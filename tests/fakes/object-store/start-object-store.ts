import { createHash } from 'node:crypto';
import { mkdir } from 'node:fs/promises';
import { createServer, request as forward, type IncomingMessage, type ServerResponse } from 'node:http';
import type { AddressInfo } from 'node:net';
import S3rver from 's3rver';
import { verifySignature, type Keys } from './verify-signature.ts';

export interface ObjectStoreOptions extends Keys {
  /** Port of the verifying proxy; 0 for any free one. */
  port: number;
  folder: string;
  region: string;
}

export interface RunningObjectStore {
  url: string;
  port: number;
  close(): Promise<void>;
}

/** The only key that s3rver knows; it is never told to anybody outside this process. */
const INNER_KEY = 'S3RVER';

function refuse(response: ServerResponse, status: number, code: string, message: string): void {
  response.writeHead(status, { 'content-type': 'application/xml' });
  response.end(
    `<?xml version="1.0" encoding="UTF-8"?>\n<Error><Code>${code}</Code><Message>${message}</Message></Error>`,
  );
}

async function readAll(request: IncomingMessage): Promise<Buffer> {
  const chunks: Buffer[] = [];
  for await (const chunk of request) chunks.push(Buffer.from(chunk as Uint8Array));
  return Buffer.concat(chunks);
}

/** The address as s3rver may see it: without the signature, which it would only half check. */
function plainUrl(rawUrl: string): string {
  const [path = '/', rawQuery = ''] = rawUrl.split('?', 2);
  const kept = rawQuery.split('&').filter((pair) => pair && !/^X-Amz-/i.test(pair));
  return kept.length ? `${path}?${kept.join('&')}` : path;
}

/**
 * The object store of the local stand-ins: s3rver on a loopback port of its own, and before it a proxy that checks the signature of every request, since s3rver
 * checks none. What the proxy lets through it hands on without a signature, under a key of its own.
 */
export async function startObjectStore(options: ObjectStoreOptions): Promise<RunningObjectStore> {
  await mkdir(options.folder, { recursive: true });
  const inner = new S3rver({
    address: '127.0.0.1',
    port: 0,
    directory: options.folder,
    silent: true,
    allowMismatchedSignatures: true,
  });
  const { port: innerPort } = await inner.run();

  const server = createServer((request, response) => {
    void handle(request, response).catch(() => {
      if (!response.headersSent) refuse(response, 500, 'InternalError', 'The store failed.');
    });
  });

  async function handle(request: IncomingMessage, response: ServerResponse): Promise<void> {
    const rawUrl = request.url ?? '/';
    const headers = Object.fromEntries(
      Object.entries(request.headers).map(([name, value]) => [
        name,
        Array.isArray(value) ? value.join(',') : (value ?? ''),
      ]),
    );
    const found = verifySignature(
      { method: request.method ?? 'GET', rawUrl, headers },
      options,
      options.region,
      Date.now(),
    );
    if (found) {
      refuse(response, found.status, found.code, found.message);
      return;
    }
    const body = await readAll(request);
    const declared = headers['x-amz-content-sha256'];
    if (
      declared &&
      /^[0-9a-f]{64}$/.test(declared) &&
      createHash('sha256').update(body).digest('hex') !== declared
    ) {
      refuse(
        response,
        400,
        'XAmzContentSHA256Mismatch',
        'The provided x-amz-content-sha256 header does not match what was computed.',
      );
      return;
    }
    const passed = Object.fromEntries(
      Object.entries(headers).filter(
        ([name]) =>
          ![
            'authorization',
            'x-amz-date',
            'x-amz-content-sha256',
            'x-amz-security-token',
            'date',
            'host',
            'connection',
            'transfer-encoding',
            'expect',
          ].includes(name),
      ),
    );
    const answer = forward(
      {
        host: '127.0.0.1',
        port: innerPort,
        method: request.method,
        path: plainUrl(rawUrl),
        headers: {
          ...passed,
          'content-length': String(body.byteLength),
          date: new Date().toUTCString(),
          authorization: `AWS ${INNER_KEY}:none`,
        },
      },
      (stored) => {
        response.writeHead(stored.statusCode ?? 502, stored.headers);
        stored.pipe(response);
      },
    );
    answer.on('error', () => {
      if (!response.headersSent) refuse(response, 503, 'ServiceUnavailable', 'The store does not answer.');
    });
    answer.end(body);
  }

  await new Promise<void>((resolve, reject) => {
    server.once('error', reject);
    server.listen(options.port, '127.0.0.1', resolve);
  });
  const { port } = server.address() as AddressInfo;
  return {
    url: `http://127.0.0.1:${port}`,
    port,
    close: async () => {
      server.closeAllConnections();
      await new Promise((resolve) => server.close(resolve));
      await inner.close();
    },
  };
}
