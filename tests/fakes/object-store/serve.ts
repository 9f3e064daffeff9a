/** The object store as a process of its own: `tsx serve.ts --port N --folder DIR`, keys and region from S3_* in the environment. */
import { parseArgs } from 'node:util';
import { startObjectStore } from './start-object-store.ts';

const { values } = parseArgs({
  options: {
    port: { type: 'string', default: '4402' },
    folder: { type: 'string', default: '.data/objects' },
  },
});
const store = await startObjectStore({
  port: Number(values.port),
  folder: values.folder,
  region: process.env['S3_REGION'] ?? 'eu-central-1',
  accessKeyId: process.env['S3_ACCESS_KEY_ID'] ?? 'local',
  secretAccessKey: process.env['S3_SECRET_ACCESS_KEY'] ?? 'local-secret',
});
console.log(`Object store on ${store.url}`);
process.once('SIGTERM', () => void store.close().then(() => process.exit(0)));
process.once('SIGINT', () => void store.close().then(() => process.exit(0)));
#####
* _WHAT THIS TASK INVOLVES_: What lines in the records contain the word "then"? Return each one.

* _ANSWER BOX_:
process.once('SIGTERM', () => void store.close().then(() => process.exit(0)));
process.once('SIGINT', () => void store.close().then(() => process.exit(0)));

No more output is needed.